*Aim of the exercise*
Report the lines of the data below that contain the string "whole".

[Saved entries]
--------------------------------------------------

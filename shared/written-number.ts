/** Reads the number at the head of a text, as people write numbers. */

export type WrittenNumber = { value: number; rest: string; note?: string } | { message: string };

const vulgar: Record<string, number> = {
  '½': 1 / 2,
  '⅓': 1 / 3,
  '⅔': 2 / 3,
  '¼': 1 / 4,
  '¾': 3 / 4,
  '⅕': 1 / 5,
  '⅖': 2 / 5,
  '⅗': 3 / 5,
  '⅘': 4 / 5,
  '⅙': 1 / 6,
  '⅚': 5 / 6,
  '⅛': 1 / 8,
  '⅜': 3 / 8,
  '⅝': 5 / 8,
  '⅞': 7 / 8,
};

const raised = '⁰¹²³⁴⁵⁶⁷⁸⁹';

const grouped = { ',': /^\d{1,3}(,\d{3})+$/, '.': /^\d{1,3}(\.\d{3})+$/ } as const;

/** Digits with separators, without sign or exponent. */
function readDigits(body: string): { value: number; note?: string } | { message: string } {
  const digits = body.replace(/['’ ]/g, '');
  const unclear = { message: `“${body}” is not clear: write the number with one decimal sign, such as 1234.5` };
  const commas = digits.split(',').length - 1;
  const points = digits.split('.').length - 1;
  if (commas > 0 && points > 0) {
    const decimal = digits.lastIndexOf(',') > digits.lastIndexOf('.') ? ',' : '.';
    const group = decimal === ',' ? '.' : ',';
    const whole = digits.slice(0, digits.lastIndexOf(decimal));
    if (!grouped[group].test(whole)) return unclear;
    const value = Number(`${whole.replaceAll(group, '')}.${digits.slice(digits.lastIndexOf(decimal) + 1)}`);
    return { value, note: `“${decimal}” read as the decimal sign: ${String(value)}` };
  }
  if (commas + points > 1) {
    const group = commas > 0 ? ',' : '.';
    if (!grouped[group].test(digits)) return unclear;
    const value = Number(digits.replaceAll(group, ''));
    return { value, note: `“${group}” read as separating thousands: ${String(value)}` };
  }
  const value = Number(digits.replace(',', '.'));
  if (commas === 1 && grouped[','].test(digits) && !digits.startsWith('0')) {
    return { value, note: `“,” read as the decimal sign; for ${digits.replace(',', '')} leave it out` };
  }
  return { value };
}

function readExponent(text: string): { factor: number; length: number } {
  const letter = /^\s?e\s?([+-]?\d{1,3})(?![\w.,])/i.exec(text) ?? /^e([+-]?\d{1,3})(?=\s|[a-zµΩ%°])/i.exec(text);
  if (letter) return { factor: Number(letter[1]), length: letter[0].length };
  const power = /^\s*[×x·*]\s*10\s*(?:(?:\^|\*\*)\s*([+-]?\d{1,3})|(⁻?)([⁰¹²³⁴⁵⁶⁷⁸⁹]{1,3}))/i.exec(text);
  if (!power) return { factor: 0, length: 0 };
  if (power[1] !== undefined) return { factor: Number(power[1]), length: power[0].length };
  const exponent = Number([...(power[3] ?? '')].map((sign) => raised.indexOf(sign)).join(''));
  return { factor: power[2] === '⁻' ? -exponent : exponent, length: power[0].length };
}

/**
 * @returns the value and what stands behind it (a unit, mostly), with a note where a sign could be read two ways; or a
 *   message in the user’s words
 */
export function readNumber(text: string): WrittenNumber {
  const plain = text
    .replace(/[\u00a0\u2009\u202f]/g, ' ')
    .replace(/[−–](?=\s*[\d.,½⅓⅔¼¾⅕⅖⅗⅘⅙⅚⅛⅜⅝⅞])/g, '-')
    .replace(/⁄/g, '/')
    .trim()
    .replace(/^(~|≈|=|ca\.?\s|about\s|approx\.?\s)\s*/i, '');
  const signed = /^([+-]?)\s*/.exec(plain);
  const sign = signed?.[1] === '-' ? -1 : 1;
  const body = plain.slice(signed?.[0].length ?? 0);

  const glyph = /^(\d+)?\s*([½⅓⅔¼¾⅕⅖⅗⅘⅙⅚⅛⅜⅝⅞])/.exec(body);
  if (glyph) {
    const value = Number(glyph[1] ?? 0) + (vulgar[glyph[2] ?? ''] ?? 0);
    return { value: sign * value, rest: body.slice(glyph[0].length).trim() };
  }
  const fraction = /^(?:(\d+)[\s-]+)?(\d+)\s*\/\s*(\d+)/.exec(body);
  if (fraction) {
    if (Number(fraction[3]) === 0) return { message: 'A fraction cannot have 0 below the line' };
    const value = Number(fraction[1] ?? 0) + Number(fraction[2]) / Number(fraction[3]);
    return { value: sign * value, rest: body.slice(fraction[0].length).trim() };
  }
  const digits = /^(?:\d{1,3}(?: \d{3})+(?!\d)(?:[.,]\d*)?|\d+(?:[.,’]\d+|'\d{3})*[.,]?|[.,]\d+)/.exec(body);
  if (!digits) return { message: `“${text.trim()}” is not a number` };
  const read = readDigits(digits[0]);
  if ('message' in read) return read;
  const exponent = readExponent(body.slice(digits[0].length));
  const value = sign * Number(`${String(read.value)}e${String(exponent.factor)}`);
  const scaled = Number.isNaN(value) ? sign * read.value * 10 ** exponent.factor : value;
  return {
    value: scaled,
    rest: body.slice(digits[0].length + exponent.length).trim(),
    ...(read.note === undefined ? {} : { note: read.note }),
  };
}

--------------------------------------------------

*Task response*
    const whole = digits.slice(0, digits.lastIndexOf(decimal));
    if (!grouped[group].test(whole)) return unclear;
    const value = Number(`${whole.replaceAll(group, '')}.${digits.slice(digits.lastIndexOf(decimal) + 1)}`);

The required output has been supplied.